+++ Extracted entries +++
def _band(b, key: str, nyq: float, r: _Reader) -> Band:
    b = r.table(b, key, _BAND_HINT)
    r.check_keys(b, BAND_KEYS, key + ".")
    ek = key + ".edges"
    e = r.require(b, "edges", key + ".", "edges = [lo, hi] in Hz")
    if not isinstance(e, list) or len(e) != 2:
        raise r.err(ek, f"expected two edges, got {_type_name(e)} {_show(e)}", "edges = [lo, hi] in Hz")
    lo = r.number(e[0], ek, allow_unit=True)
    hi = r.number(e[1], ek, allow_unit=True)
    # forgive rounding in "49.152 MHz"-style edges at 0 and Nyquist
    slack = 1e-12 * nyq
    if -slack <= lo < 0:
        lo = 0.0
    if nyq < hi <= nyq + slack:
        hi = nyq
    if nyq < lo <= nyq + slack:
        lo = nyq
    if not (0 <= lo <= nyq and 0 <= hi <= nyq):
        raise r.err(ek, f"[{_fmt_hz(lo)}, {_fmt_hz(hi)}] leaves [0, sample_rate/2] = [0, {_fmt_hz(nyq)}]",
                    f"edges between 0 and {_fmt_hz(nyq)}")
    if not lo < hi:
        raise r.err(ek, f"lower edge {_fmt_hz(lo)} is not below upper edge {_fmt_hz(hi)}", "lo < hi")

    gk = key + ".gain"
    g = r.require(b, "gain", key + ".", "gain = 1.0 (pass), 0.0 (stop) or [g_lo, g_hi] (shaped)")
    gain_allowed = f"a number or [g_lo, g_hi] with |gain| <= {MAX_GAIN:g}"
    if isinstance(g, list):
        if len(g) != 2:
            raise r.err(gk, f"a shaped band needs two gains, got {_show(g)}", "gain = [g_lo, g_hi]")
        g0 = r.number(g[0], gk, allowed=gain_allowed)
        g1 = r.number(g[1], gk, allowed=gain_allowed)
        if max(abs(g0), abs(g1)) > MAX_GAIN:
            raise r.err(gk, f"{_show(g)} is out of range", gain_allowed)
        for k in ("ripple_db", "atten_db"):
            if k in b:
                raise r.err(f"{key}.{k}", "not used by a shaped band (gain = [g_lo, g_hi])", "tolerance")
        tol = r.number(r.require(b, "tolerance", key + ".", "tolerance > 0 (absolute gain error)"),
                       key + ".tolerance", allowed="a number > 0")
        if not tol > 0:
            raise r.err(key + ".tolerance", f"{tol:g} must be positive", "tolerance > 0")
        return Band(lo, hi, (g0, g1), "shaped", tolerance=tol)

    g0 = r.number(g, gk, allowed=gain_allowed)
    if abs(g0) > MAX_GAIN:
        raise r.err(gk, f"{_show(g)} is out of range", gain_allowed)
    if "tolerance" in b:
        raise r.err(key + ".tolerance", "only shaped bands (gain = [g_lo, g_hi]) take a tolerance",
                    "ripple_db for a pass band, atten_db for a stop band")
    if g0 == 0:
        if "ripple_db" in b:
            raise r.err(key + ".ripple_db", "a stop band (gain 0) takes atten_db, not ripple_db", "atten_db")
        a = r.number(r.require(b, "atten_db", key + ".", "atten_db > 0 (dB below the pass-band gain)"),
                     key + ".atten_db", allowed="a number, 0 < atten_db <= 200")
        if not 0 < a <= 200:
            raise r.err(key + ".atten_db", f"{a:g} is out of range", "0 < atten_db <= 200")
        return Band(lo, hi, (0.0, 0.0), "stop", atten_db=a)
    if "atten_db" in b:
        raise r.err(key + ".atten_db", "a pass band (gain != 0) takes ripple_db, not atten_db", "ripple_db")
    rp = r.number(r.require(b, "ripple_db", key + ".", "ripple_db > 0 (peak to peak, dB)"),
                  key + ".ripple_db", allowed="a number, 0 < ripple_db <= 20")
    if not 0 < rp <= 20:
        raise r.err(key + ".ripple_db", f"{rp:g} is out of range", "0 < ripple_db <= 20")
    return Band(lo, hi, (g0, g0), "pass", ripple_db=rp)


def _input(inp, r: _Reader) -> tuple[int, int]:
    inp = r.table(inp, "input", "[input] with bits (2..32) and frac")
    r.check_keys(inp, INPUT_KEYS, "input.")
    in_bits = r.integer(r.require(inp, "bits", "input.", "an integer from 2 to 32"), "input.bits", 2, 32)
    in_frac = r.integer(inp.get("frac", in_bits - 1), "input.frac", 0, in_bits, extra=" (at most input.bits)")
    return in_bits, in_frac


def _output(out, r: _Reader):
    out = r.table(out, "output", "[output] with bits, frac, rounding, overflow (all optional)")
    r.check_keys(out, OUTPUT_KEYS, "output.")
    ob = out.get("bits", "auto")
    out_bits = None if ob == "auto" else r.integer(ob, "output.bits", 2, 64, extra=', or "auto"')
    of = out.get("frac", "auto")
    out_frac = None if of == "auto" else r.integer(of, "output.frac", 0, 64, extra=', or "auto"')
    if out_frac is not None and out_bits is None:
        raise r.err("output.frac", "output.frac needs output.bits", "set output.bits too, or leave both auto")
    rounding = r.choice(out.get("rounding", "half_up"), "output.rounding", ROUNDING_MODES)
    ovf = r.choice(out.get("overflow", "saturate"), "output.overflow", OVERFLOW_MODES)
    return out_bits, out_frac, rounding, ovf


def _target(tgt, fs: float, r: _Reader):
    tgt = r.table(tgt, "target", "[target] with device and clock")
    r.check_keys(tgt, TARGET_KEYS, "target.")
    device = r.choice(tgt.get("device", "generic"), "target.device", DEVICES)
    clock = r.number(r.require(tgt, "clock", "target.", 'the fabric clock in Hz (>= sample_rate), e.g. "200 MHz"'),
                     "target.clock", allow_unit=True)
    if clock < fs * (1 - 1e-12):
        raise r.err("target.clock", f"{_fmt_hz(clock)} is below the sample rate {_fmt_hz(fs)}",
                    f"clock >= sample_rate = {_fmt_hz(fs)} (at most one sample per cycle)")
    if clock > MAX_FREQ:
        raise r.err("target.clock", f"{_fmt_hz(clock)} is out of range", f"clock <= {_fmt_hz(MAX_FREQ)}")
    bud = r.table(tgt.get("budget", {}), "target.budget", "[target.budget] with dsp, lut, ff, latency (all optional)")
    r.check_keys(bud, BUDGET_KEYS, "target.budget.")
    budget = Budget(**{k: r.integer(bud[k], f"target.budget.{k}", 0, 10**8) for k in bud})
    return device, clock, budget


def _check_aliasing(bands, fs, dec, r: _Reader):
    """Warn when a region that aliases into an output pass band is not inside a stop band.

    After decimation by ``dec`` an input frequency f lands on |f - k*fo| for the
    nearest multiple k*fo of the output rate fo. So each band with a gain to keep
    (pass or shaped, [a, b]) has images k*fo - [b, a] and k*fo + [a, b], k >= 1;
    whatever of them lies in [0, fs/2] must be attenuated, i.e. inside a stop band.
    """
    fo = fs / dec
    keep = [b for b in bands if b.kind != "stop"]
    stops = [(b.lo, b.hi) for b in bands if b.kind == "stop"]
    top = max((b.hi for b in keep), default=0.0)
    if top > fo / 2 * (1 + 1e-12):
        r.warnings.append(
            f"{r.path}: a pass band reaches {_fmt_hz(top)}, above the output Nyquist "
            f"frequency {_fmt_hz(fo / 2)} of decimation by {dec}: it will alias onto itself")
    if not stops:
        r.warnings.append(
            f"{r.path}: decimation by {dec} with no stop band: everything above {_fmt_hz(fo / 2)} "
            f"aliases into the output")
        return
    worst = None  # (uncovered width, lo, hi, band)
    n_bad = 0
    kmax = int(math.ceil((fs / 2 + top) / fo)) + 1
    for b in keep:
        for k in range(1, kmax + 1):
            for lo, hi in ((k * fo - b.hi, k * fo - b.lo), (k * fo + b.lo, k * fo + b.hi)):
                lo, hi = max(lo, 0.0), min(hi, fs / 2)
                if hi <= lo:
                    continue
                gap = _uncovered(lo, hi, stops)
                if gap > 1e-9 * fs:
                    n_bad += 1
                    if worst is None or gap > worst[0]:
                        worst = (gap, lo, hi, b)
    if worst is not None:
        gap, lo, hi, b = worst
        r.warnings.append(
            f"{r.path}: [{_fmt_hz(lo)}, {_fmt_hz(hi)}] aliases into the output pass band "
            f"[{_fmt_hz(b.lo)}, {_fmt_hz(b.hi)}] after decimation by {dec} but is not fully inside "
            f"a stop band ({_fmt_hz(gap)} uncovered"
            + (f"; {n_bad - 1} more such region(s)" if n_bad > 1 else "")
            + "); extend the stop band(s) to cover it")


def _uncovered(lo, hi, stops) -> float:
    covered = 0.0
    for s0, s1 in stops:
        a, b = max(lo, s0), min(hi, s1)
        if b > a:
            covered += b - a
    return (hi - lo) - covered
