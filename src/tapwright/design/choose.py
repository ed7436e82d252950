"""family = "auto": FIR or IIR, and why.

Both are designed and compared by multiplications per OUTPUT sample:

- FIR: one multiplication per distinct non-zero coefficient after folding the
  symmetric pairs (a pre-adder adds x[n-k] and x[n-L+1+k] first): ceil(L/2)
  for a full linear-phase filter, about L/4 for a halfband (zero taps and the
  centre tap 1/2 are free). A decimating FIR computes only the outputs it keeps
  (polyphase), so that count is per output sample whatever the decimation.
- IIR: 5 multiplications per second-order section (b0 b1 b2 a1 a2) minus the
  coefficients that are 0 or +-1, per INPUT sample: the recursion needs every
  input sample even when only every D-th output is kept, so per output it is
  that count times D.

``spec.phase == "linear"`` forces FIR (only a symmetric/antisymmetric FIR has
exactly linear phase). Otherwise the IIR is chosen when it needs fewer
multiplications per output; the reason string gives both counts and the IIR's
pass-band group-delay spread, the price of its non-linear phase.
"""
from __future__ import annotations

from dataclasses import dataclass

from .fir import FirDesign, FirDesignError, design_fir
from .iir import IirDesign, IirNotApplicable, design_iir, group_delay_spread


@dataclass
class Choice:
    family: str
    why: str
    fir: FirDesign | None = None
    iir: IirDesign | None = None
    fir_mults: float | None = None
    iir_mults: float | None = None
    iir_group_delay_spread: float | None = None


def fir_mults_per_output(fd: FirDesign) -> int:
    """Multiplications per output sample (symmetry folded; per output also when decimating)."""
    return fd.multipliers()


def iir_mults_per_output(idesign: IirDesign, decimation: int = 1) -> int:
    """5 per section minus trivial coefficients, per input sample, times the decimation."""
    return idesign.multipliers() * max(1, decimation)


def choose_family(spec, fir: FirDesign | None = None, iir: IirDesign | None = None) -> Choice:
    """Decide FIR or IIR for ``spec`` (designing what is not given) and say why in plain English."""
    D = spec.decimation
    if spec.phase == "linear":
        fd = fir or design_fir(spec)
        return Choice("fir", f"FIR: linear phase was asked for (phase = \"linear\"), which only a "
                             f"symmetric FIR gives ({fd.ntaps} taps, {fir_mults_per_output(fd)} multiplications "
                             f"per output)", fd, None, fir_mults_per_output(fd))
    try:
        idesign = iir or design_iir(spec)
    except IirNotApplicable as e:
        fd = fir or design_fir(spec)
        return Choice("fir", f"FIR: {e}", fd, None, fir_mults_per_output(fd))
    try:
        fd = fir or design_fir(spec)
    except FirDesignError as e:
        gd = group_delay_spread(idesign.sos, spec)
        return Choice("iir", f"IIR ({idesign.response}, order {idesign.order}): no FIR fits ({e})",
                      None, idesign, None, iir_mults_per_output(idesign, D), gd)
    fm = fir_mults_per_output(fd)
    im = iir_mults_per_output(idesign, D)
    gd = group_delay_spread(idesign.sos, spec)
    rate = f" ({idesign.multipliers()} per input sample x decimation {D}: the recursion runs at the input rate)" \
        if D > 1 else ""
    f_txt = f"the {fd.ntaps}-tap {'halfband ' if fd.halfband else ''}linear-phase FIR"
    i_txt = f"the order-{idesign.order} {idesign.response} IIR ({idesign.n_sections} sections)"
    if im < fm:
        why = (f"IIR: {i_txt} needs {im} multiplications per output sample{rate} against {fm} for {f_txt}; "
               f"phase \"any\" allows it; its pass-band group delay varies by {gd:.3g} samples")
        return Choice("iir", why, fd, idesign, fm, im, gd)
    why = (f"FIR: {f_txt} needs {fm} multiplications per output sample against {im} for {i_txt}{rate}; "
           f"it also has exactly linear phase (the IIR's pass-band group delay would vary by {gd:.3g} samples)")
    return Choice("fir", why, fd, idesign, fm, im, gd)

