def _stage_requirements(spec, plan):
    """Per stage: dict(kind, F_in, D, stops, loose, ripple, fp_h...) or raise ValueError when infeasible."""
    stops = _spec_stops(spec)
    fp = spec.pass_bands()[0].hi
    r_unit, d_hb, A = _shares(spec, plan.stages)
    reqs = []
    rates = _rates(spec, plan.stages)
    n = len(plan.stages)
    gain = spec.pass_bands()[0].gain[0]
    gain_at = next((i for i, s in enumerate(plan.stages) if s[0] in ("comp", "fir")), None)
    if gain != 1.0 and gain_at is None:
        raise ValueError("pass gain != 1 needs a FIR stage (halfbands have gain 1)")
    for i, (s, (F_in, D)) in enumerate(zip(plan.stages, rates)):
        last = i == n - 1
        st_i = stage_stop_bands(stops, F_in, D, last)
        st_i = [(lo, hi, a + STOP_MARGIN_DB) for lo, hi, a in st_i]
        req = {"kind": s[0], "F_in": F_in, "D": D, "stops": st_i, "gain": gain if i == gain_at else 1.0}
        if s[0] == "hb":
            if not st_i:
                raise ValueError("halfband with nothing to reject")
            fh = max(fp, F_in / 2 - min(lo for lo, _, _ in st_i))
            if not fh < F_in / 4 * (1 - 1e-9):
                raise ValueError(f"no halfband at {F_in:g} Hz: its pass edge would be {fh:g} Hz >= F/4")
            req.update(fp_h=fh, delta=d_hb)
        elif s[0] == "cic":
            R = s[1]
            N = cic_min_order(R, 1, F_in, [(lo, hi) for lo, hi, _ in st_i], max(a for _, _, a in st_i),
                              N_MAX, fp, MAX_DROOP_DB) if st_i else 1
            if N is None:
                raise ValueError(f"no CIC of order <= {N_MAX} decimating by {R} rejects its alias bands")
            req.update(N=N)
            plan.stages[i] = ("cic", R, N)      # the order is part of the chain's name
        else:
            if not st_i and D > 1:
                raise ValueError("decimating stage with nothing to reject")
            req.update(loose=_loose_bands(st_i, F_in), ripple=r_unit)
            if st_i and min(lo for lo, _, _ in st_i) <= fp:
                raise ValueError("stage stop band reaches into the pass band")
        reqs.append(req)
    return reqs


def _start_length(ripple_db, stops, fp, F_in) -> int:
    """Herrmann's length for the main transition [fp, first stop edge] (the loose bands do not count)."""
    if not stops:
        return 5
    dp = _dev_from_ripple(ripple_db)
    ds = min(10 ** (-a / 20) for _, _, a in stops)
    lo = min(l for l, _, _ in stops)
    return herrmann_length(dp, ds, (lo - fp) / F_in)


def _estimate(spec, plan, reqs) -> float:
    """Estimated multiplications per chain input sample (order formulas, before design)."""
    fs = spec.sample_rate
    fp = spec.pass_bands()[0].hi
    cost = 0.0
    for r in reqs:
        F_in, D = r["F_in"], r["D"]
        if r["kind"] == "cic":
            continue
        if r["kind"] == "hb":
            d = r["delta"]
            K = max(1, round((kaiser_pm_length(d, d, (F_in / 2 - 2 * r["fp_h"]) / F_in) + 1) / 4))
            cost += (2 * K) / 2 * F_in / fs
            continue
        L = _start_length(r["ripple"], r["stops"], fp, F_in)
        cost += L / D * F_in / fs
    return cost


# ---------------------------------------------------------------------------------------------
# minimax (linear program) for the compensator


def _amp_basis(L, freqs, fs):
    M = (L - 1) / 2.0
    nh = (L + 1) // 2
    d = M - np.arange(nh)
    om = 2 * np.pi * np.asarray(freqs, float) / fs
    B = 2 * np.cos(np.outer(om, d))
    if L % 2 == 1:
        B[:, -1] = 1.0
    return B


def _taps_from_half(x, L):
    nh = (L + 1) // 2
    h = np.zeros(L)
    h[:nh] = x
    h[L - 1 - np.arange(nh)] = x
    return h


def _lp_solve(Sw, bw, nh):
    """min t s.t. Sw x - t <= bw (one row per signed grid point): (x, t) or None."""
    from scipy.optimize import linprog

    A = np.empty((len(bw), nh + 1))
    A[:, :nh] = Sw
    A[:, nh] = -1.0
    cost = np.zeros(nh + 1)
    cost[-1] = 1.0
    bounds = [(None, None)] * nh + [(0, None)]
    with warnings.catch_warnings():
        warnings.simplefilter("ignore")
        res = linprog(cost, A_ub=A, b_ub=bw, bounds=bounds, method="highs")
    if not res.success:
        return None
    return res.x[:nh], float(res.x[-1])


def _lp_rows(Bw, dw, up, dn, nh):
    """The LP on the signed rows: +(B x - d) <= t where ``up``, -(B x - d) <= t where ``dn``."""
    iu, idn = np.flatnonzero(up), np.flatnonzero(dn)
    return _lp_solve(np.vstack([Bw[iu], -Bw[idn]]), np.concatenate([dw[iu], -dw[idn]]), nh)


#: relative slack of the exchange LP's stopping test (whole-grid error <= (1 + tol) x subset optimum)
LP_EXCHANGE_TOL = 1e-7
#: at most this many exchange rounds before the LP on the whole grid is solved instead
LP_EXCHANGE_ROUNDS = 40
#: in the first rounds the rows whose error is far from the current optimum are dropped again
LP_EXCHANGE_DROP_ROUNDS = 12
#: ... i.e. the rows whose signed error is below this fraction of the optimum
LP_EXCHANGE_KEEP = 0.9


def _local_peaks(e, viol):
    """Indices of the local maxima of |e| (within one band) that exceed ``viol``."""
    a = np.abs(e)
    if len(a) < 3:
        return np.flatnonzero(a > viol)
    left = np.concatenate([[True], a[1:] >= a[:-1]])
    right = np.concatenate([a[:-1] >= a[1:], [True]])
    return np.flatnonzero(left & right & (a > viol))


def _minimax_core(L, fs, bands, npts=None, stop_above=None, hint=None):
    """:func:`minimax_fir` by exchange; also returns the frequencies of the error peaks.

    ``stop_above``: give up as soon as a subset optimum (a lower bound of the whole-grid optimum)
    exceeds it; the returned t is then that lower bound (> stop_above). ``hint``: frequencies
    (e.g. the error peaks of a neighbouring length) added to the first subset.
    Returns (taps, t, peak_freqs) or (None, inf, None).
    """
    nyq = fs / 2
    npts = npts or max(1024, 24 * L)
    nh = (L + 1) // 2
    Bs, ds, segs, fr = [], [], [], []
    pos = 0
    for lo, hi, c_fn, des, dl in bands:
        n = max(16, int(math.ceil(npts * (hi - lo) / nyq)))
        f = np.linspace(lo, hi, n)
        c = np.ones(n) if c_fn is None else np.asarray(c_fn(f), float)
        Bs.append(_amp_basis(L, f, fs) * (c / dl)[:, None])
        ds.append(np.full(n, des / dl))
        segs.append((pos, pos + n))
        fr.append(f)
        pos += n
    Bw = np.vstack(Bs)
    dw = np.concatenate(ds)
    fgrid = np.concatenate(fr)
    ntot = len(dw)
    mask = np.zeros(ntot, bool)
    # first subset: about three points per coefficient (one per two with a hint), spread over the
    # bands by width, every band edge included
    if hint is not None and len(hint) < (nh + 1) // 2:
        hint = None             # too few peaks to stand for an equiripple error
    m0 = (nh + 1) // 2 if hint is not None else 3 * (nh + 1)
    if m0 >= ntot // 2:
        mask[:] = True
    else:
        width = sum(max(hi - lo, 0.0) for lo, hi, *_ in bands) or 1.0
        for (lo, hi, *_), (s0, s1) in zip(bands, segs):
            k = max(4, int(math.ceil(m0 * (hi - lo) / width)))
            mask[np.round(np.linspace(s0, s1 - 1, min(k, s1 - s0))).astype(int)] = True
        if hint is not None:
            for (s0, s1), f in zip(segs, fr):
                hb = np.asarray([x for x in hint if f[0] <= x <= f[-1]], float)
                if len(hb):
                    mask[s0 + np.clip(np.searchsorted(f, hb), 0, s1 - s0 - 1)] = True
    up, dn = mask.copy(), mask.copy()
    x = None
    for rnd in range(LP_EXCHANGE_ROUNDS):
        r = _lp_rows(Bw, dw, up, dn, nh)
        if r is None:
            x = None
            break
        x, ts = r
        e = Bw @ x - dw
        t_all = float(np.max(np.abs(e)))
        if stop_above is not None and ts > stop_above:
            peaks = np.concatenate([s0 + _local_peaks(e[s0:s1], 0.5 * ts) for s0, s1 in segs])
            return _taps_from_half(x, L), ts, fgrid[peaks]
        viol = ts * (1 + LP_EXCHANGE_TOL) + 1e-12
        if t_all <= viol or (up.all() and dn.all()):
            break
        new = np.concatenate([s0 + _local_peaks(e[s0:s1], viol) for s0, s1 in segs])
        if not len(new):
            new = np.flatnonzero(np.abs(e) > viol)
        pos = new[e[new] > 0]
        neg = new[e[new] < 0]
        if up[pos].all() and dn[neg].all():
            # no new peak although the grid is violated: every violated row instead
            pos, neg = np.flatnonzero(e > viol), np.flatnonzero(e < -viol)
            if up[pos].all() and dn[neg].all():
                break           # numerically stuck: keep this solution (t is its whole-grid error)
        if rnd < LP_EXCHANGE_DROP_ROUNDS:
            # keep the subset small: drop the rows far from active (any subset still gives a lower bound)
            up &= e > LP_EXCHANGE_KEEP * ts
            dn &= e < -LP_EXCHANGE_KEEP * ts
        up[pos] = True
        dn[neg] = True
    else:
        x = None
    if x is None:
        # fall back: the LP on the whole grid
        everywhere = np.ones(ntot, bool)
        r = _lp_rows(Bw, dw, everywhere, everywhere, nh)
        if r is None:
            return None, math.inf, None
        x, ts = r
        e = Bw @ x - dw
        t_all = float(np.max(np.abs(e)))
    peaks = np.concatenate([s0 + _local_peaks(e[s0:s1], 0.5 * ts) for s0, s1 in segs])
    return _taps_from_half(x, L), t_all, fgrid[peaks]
+++
**Activity**
Work out how many lines in the records above include the string "below", and provide that figure with no other text.

**Response**
4